_REQUIRED ACTION_
The output is the lines below from the one with "public PictureCanvas(string description, PictureSize" through the one with "white ?? Pictures.White(picture)), width);", both included, printed exactly and with no other line.

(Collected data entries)
□ □ □ □ □ □ □

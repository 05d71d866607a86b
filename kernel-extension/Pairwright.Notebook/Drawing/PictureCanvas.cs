using Pairwright.Geometry;
using Pairwright.Imaging;

namespace Pairwright.Notebook.Drawing;

/// <summary>A drawing over a picture: shapes are given in the picture's pixels, (0, 0) the centre of the top-left one.</summary>
internal sealed class PictureCanvas
{
    private readonly double scale;
    private readonly Svg inner;
    private readonly PictureSize size;
    private readonly string description;

    public PictureCanvas(string description, PictureSize size, Raster? raster, double width = 440)
    {
        (this.description, this.size) = (description, size);
        scale = width / size.Width;
        inner = new(width, size.Height * scale, description);
        if (raster is null)
        {
            inner.Rectangle(0, 0, inner.Width, inner.Height, "#e7eaea");
        }
        else
        {
            inner.Image(0, 0, inner.Width, inner.Height, raster);
        }
    }

    public double Width => inner.Width;

    public double Height => inner.Height;

    /// <summary>A picture, shown white where <see cref="Pictures.White"/> says.</summary>
    public static PictureCanvas Of(string description, Picture picture, double width = 440, double? white = null) =>
        new(description, picture.Size, Pictures.Reduced(picture, (int)Math.Ceiling(width * 1.15), white ?? Pictures.White(picture)), width);

    public double X(double u) => (u + 0.5) * scale;

    public double Y(double v) => (v + 0.5) * scale;

    public PictureCanvas Line(double u1, double v1, double u2, double v2, Stroke stroke)
    {
        inner.Line(X(u1), Y(v1), X(u2), Y(v2), stroke);
        return this;
    }

    public PictureCanvas Polyline(IEnumerable<(double U, double V)> points, Stroke stroke)
    {
        inner.Polyline(points.Select(p => (X(p.U), Y(p.V))), stroke);
        return this;
    }

    public PictureCanvas Polygon(IEnumerable<(double U, double V)> points, string fill, double opacity, Stroke? stroke = null)
    {
        inner.Polygon(points.Select(p => (X(p.U), Y(p.V))), fill, opacity, stroke);
        return this;
    }

    public PictureCanvas Dot(double u, double v, string colour, double radius = 1.5, double opacity = 1)
    {
        inner.Circle(X(u), Y(v), radius, colour, opacity);
        return this;
    }

    /// <summary>A ring with a dark rim, seen on light and dark ground.</summary>
    public PictureCanvas Ring(double u, double v, string colour, double radius = 4)
    {
        inner.Circle(X(u), Y(v), radius, "none", stroke: new("#10181e", 3, Opacity: 0.6)).Circle(X(u), Y(v), radius, "none", stroke: new(colour, 1.6));
        return this;
    }

    public PictureCanvas Cross(double u, double v, string colour, double reach = 7)
    {
        inner.Cross(X(u), Y(v), reach, new("#10181e", 3, Opacity: 0.6)).Cross(X(u), Y(v), reach, new(colour, 1.5));
        return this;
    }

    public PictureCanvas Arrow(double u, double v, double du, double dv, Stroke stroke)
    {
        var (x, y) = (X(u), Y(v));
        var (tipX, tipY) = (x + du, y + dv);
        var length = Math.Sqrt(du * du + dv * dv);
        inner.Line(x, y, tipX, tipY, stroke);
        if (length > 3)
        {
            var (ex, ey) = (du / length * 3, dv / length * 3);
            inner.Polygon([(tipX, tipY), (tipX - ex - ey / 2, tipY - ey + ex / 2), (tipX - ex + ey / 2, tipY - ey - ex / 2)], stroke.Colour);
        }

        return this;
    }

    public PictureCanvas Label(double u, double v, string text, Anchor anchor = Anchor.Start, string colour = "#ffffff", double dx = 0, double dy = 0)
    {
        inner.Label(X(u) + dx, Y(v) + dy, text, anchor, 10.5, colour);
        return this;
    }

    /// <summary>The drawing with its heading above and pixel numbers along two edges.</summary>
    public Svg ToSvg()
    {
        const double left = 30;
        const double top = 20;
        var drawing = new Svg(left + Width + 6, top + Height + 18, description);
        drawing.Text(left, 13, description, size: 12, bold: true);
        drawing.Place(left, top, inner);
        drawing.Rectangle(left, top, Width, Height, "none", stroke: Stroke.Frame);
        foreach (var tick in Ticks.Within(0, size.Width - 1, (int)(Width / 90)))
        {
            drawing.Line(left + X(tick), top + Height, left + X(tick), top + Height + 3, Stroke.Frame);
            drawing.Text(left + X(tick), top + Height + 13, Ticks.Label(tick, 1), Anchor.Middle, 9.5, Ink.Quiet);
        }

        foreach (var tick in Ticks.Within(0, size.Height - 1, (int)(Height / 60)))
        {
            drawing.Line(left - 3, top + Y(tick), left, top + Y(tick), Stroke.Frame);
            drawing.Text(left - 5, top + Y(tick) + 3, Ticks.Label(tick, 1), Anchor.End, 9.5, Ink.Quiet);
        }

        return drawing;
    }
}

□ □ □ □ □ □ □

_ANSWER SECTION_
    public PictureCanvas(string description, PictureSize size, Raster? raster, double width = 440)
    {
        (this.description, this.size) = (description, size);
        scale = width / size.Width;
        inner = new(width, size.Height * scale, description);
        if (raster is null)
        {
            inner.Rectangle(0, 0, inner.Width, inner.Height, "#e7eaea");
        }
        else
        {
            inner.Image(0, 0, inner.Width, inner.Height, raster);
        }
    }

    public double Width => inner.Width;

    public double Height => inner.Height;

    /// <summary>A picture, shown white where <see cref="Pictures.White"/> says.</summary>
    public static PictureCanvas Of(string description, Picture picture, double width = 440, double? white = null) =>
        new(description, picture.Size, Pictures.Reduced(picture, (int)Math.Ceiling(width * 1.15), white ?? Pictures.White(picture)), width);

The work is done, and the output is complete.